然而婁文彥果然沒有辜負她的認知,比那漢子還要乾淨利索地提前伸腿,衝著人髖骨處踢去。
可以說一個人使勁,另一個人還給了個衝勁,兩者相加,哪怕漢子體格強悍,仍舊疼得手鬆開,砸落在地上,跟那錢老三一樣,抱著腿嗷嚎大喊。
眼鏡男鼓鼓腮幫,冷笑聲:「練過?我想你在出氣和動手腳之前,沒想清楚惹到我們兄弟的後果吧?」
「你覺得如今這裡這麼大動靜,真的是我隨便一句沒事,就能擺平的?」
婁文彥眉眼冷淡,「所以你的意思是,你們以某種手段藉助這節車廂,做了不少惡事?」
眼鏡男點點頭,「嘖,還算帶了些腦子,不過有沒有腦子已經沒什麼意義了。」
「唔,準確來說,你們來自哪裡,要去哪裡,也不重要了……」
說著他從手裡拿出一把骨扇,略微一擺弄,那骨扇便彈出一柄跟扇身同等長度、鋒利的刀!
眼鏡男的手把玩著刀,利刃割裂著空氣簌簌作響,刀子殘影連線成餅,且折射著陽光,讓人無法直視。
生命太過脆弱了,如果這刀舞成的殘影往人身上一湊,血不得跟噴泉似的?
但凡見過他這架勢的人,要麼害怕得絕對不惹他,要麼便早就成為一捧黃土。
秦聿珂拿起桌子上的缸子沖刀餅扔去。眼鏡男的刀花是挺好看的,但也只是花架子,用的巧勁,是以這缸子一扔上來帶的外力,很容易打亂了他的節奏,甚至會危及到他的生命。
趁著眼鏡男慌手慌腳去握刀柄的時候,婁文彥又是利索的踢腿,不過同時他還順道將眼鏡男的胳膊給卸了。
男人們嚎叫的威力絲毫不比女人差,是以婁文彥嫌棄地蹙眉,把他們的下巴也掰下來。
突然的安靜讓整個車廂都陷入一種死寂,烏冷雪呆怔在原地,看看這一家七口。
人家臉上沒有一點害怕,反而有種不合時宜的躍躍欲試?
婁文彥對三個人進行了搜身,果然從錢老三身上發現一個筆記本。
幹這行的人,都是一路走到黑,很難從深淵中爬出來。而且同伴翻臉,在後背狠插一刀的情況並不少見,為了預防這樣的事情發生,有些心眼小又喜歡事無巨細地記錄下來的人,可不就自動整理了一份「口供」?

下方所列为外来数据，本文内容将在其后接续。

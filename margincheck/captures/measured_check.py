"""The figures measured on a double-pulse capture against the derated limits of the design rules.

``measured_findings`` gives one finding per rule that a capture speaks to, with the design rule's id, the very
derated limit the design rule uses (margincheck.rules.limits) and a basis that begins "measured". The value is
the worst over the capture's edges (the highest peak, the lowest gate...); the details hold each edge's value.

- ``turn-off-overshoot``: the v_ds peaks of both turn-offs (the switch under test);
- ``gate-on-voltage`` / ``gate-off-voltage``: the extremes of the device's measured gate over all three edges;
- ``spurious-turn-on``: the idle gate's maximum over all three edges, for the opposite switch of the leg (the
  design rule's subject is the idle switch, its limit that switch's hot threshold);
- ``driver-cmti``: the largest level-pair |dv/dt| of the edges, for a switch with an isolated driver;
- ``recovery-overshoot``: never evaluated (the opposite device's voltage is not a channel of a capture).

A measured value holds at the test's bus voltage and switched current only, not at the design's worst case:
every finding says so. A figure that could not be measured (NotMeasurable, or not finite) or a limit without its
rating is not evaluated, never a pass. A violation measured on one edge fails even where another edge could not
be measured: the worst of the capture is at least that bad.
"""

from __future__ import annotations

import dataclasses
import math
from dataclasses import dataclass
from operator import attrgetter

from margincheck.captures.design_section import CaptureSpec
from margincheck.captures.edges import NotMeasurable
from margincheck.captures.measurements import DoublePulseFigures, TurnOffFigures, TurnOnFigures, no_trace
from margincheck.design import Design, Switch
from margincheck.errors import format_path
from margincheck.findings import Bound, Finding, Quantity, Status, classify, margin_of
from margincheck.rules.limits import (
    DeratedLimit,
    cmti_limit,
    gate_off_limit,
    gate_on_limit,
    peak_voltage_limit,
    spurious_turn_on_limit,
)
from margincheck.rules.transients import no_partner
from margincheck.rules.worst_case import not_evaluated
from margincheck.units import format_value

__all__ = ["EDGE_NAMES", "measured_findings"]

Edge = TurnOffFigures | TurnOnFigures | NotMeasurable
#: The capture's edges as they are named in the findings' details.
EDGE_NAMES = ("first_turn_off", "second_turn_on", "second_turn_off")
_TURN_OFFS = ("first_turn_off", "second_turn_off")

_GATE_NOTE = ("a gate probed at the package's source pin includes the common-source drop L_s*di/dt, which the die "
              "does not see (a Kelvin source pin leaves it out): the value is the gate as probed")
_GATE_CAUTION = ("A gate probe's ground lead picks up the field of the power loop; measure V_GS differentially, "
                 "with a short ground, at the pins nearest the die.")


@dataclass(frozen=True)
class _Capture:
    """What every finding of one capture shares: the design, the entry, its edges and where it came from."""

    design: Design
    spec: CaptureSpec
    edges: dict[str, Edge]
    source: str

    def readings(self, figure: str, edges: tuple[str, ...] = EDGE_NAMES) -> dict[str, float | NotMeasurable]:
        """The named figure (dotted: ``gate.v_gs_max``) of each of ``edges``, or why the edge was not measured."""
        read = attrgetter(figure)
        return {name: self.edges[name] if isinstance(self.edges[name], NotMeasurable) else read(self.edges[name])
                for name in edges}

    def current(self, edge: str | None) -> float | None:
        """The switched current [A] of ``edge``; for None, the largest of the measured edges (None: none)."""
        readings = self.readings("current", EDGE_NAMES if edge is None else (edge,))
        currents = [value for value in map(_value, readings.values()) if value is not None]
        return max(currents) if currents else None


def measured_findings(design: Design, spec: CaptureSpec, figures: DoublePulseFigures,
                      sha256: str | None = None) -> list[Finding]:
    """The measured figures of one double-pulse capture against the design rules' derated limits.

    Parameters
    ----------
    design : Design
        The design whose ``captures:`` section holds ``spec`` (its devices, switches, pairing and policy).
    spec : CaptureSpec
        The capture's entry: the switch under test, the test's bus voltage, the file's name.
    figures : DoublePulseFigures
        The capture's edges measured (``measure_double_pulse``).
    sha256 : str, optional
        SHA-256 of the capture file (``Capture.sha256``), named in every finding's source.

    Returns
    -------
    list of Finding
        In the order of the rule catalogue: turn-off-overshoot, gate-on-voltage, gate-off-voltage (subject: the
        switch under test), spurious-turn-on (subject: the opposite switch, the idle device), driver-cmti (the
        switch under test; only when its driver is isolated), recovery-overshoot (not evaluated; subject: the
        opposite switch).

    Raises
    ------
    ValueError
        When the design has no switch ``spec.switch`` (a loaded design never has such an entry).
    """
    switch = next((item for item in design.switches if item.ref == spec.switch), None)
    if switch is None:
        raise ValueError(f'the design has no switch "{spec.switch}" (the capture {spec.name} names it)')
    edges = dict(zip(EDGE_NAMES, (figures.first_turn_off, figures.turn_on, figures.turn_off)))
    capture = _Capture(design, spec, edges, _source(spec, sha256))
    partner = design.opposite_of(switch)
    findings = [_turn_off_overshoot(capture, switch), _gate_on(capture, switch), _gate_off(capture, switch),
                _spurious_turn_on(capture, switch, partner)]
    if switch.driver_isolated:
        findings.append(_driver_cmti(capture, switch))
    findings.append(_recovery_overshoot(switch, partner))
    return [_at_the_test_point(capture, finding) for finding in findings]


def _source(spec: CaptureSpec, sha256: str | None) -> str:
    digest = f"sha256 {sha256}" if sha256 else "sha256 not given"
    return f"measured on the capture {spec.name} ({digest}); limit: the design rule's (margincheck.rules.limits)"


def _value(reading: float | NotMeasurable) -> float | None:
    """A finite reading as a float, else None."""
    if isinstance(reading, NotMeasurable):
        return None
    value = float(reading)
    return value if math.isfinite(value) else None


def _why(reading: float | NotMeasurable) -> str:
    return reading.reason if isinstance(reading, NotMeasurable) else f"not a finite number ({reading})"


def _finding(capture: _Capture, rule_id: str, subject: str, limit: DeratedLimit, figure: str,
             readings: dict[str, float | NotMeasurable], **text) -> Finding:
    """The worst of ``readings`` against ``limit``: the highest for an upper limit, the lowest for a lower one.

    ``text`` holds the finding's ``kind``, ``basis``, and optionally ``note`` and ``caution``.
    """
    values = {edge: value for edge, value in ((edge, _value(r)) for edge, r in readings.items()) if value is not None}
    unmeasured = "; ".join(f"{edge}: {_why(reading)}" for edge, reading in readings.items() if edge not in values)
    notes = [*limit.notes, text.pop("note", "")]
    details = {f"{figure}_{edge}": Quantity(value, text["kind"]) for edge, value in values.items()}
    common = dict(rule=rule_id, subject=subject, source=capture.source, bound=limit.bound, details=details, **text)
    if limit.value is None:
        return Finding(status=Status.NOT_EVALUATED, missing=(limit.needs,), note=_joined(notes), **common)
    if not values:
        return Finding(status=Status.NOT_EVALUATED, limit=limit.value, note=_joined([f"not measured: {unmeasured}",
                                                                                       *notes]), **common)
    pick = max if limit.bound is Bound.UPPER else min
    worst = pick(values, key=values.get)
    margin = float(margin_of(values[worst], limit.value, limit.bound, limit.scale))
    status = classify(margin, capture.design.policy.marginal_band)
    corner = {"bus_voltage": Quantity(capture.spec.bus_voltage, "voltage")}
    current = capture.current(worst)
    if current is not None:
        corner["switched_current"] = Quantity(current, "current")
    if unmeasured and status is not Status.FAIL:    # the edge not measured may be the worst: never a pass
        return Finding(status=Status.NOT_EVALUATED, limit=limit.value, corner=corner,
                       note=_joined([f"not measured: {unmeasured}", *notes]), **common)
    if unmeasured:
        notes.append(f"worst of the edges measured ({worst}); not measured: {unmeasured}")
    return Finding(status=status, value=values[worst], limit=limit.value, margin=margin, corner=corner,
                   note=_joined(notes), **common)


def _joined(notes: list[str]) -> str:
    return "; ".join(note for note in notes if note)


def _at_the_test_point(capture: _Capture, finding: Finding) -> Finding:
    """``finding`` with its source, and the note that a measured value holds at the test's conditions only."""
    design, spec = capture.design, capture.spec
    current = capture.current(None)
    if "switched_current" in finding.corner:
        current = finding.corner["switched_current"].value
    test = f"bus voltage {format_value(spec.bus_voltage, 'voltage')}, switched current " + (
        format_value(current, "current") if current is not None else "not measured")
    worst = [f"bus voltage up to {format_value(design.conditions.bus_voltage.high, 'voltage')}"]
    if design.conditions.turn_off_current is not None:
        worst.append(f"turn-off current up to {format_value(design.conditions.turn_off_current.high, 'current')}")
    note = (f"a measured value holds at the test's conditions only ({test}), not at the design's worst case "
            f"({', '.join(worst)})")
    return dataclasses.replace(finding, source=capture.source, note=_joined([finding.note, note]))


def _turn_off_overshoot(capture: _Capture, switch: Switch) -> Finding:
    return _finding(
        capture, "turn-off-overshoot", switch.ref, peak_voltage_limit(switch, capture.design.policy_for(switch)),
        "peak_v_ds", capture.readings("peak_v_ds", _TURN_OFFS), kind="voltage",
        basis="measured: highest v_ds peak of the capture's turn-offs <= peak_voltage * v_ds_max",
        caution="The peak read depends on the probe: one slower than the ring understates it, a long ground lead "
                "adds a ring of its own. Use a probe rated for the voltage, with a short ground connection.")


def _gate_on(capture: _Capture, switch: Switch) -> Finding:
    return _finding(
        capture, "gate-on-voltage", switch.ref, gate_on_limit(switch, capture.design.policy_for(switch)), "v_gs_max",
        capture.readings("gate.v_gs_max"), kind="voltage", note=_GATE_NOTE, caution=_GATE_CAUTION,
        basis="measured: highest v_gs of the device over the capture's edges <= gate_voltage * v_gs_max")


def _gate_off(capture: _Capture, switch: Switch) -> Finding:
    return _finding(
        capture, "gate-off-voltage", switch.ref, gate_off_limit(switch, capture.design.policy_for(switch)), "v_gs_min",
        capture.readings("gate.v_gs_min"), kind="voltage", note=_GATE_NOTE, caution=_GATE_CAUTION,
        basis="measured: lowest v_gs of the device over the capture's edges >= gate_voltage * v_gs_min")


def _spurious_turn_on(capture: _Capture, switch: Switch, partner: Switch | None) -> Finding:
    """The idle gate's highest value, for the partner: the design rule's subject is the idle switch."""
    basis = ("measured: highest v_gs of the idle device over the capture's edges <= spurious_turn_on * "
             "V_th,min(T_j,max)")
    if partner is None:
        return no_partner("spurious-turn-on", switch, "voltage", basis)
    readings = capture.readings("gate.v_gs_idle_max")
    if no_trace("v_gs_idle") in readings.values():
        return not_evaluated("spurious-turn-on", partner.ref, "voltage", basis,
                             f"{format_path(capture.spec.path)}.columns.v_gs_idle",
                             f"the idle device's gate was not probed (the gate of {partner.ref} while {switch.ref} "
                             "switches)")
    return _finding(
        capture, "spurious-turn-on", partner.ref, spurious_turn_on_limit(partner, capture.design.policy_for(partner)),
        "v_gs_idle_max", readings, kind="voltage", basis=basis,
        note=f"the gate of {partner.ref} while {switch.ref} switches, over the whole of each edge (also while "
             f"{partner.ref} conducts rather than blocks: on the safe side)",
        caution="The induced gate pulse is short and small; measure it differentially, with a short ground, at "
                "the idle device's pins.")


def _driver_cmti(capture: _Capture, switch: Switch) -> Finding:
    levels = next((edge.levels.describe() for edge in capture.edges.values()
                   if not isinstance(edge, NotMeasurable)), "level-pair")
    return _finding(
        capture, "driver-cmti", switch.ref, cmti_limit(switch, capture.design.policy_for(switch)), "dv_dt",
        capture.readings("dv_dt"), kind="voltage_slew_rate",
        basis=f"measured: largest |dv/dt| ({levels}) of the switch node over the capture's edges <= cmti * CMTI",
        note=f"the {levels} edge rate; ringing raises the local dv/dt of the switch node above it",
        caution="CMTI is stated at a test condition; confirm the driver's outputs stay clean while the switch node "
                "swings.")


def _recovery_overshoot(switch: Switch, partner: Switch | None) -> Finding:
    basis = "measured: highest v_ds of the opposite device while the switch under test turns on"
    subject = switch if partner is None else partner
    return not_evaluated("recovery-overshoot", subject.ref, "voltage", basis,
                         "v_ds of the opposite device (not a channel of a capture)",
                         f"the opposite device's voltage is not probed: a capture holds v_ds of {switch.ref} only, "
                         "and V_bus - v_ds leaves out the drop across the loop inductance")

看到這個本子,錢老三都覺得大腿根的疼不算什麼了,在丟掉小命的跟前,疼痛都是一種奢侈的幸福!
他嗚嗚地連連搖頭,費力地扒著床沿,想要用完好的那條腿站起來,可是右腿的疼痛太盛,還有下巴的痠疼,都讓他渾身有氣無力。
其他兩人狠勁地瞪著他,什麼叫做豬一樣的隊友。
婁文彥快速地從後往前,一目十行地翻閱著那日記本,不過分鐘,便將事情的來龍去脈給瞭解七八,而且今天參加「魔都狩獵」活動的,除了錢三、鬍鬚大漢、眼鏡男,還有一位格子衫男人、一位隨車負責清潔的代班臨時女乘務員以及前後車廂各有一對夫妻……
他們人員很多,而且相互之間裝作不認識,就是防止烏冷雪這隻大魚逃脫。
第391章 哪能她一點事情不做?
烏冷雪只知道錢老三、鬍鬚大漢和眼鏡男,而且還是逃跑三次吃了苦頭,才發現了另外兩人的身份。
就像是魚缸裡突然放置一塊玻璃板,在魚兒撞到一定次數長記性後,哪怕將這玻璃板給抽走,魚兒也絕對不會越線。
這會兒她並沒有多少喜悅,反而瞧著快要停下來的火車,先上手替秦聿珂他們收拾東西,急切地小聲道:「同志,對不起,是我讓你們沾染上了麻煩。」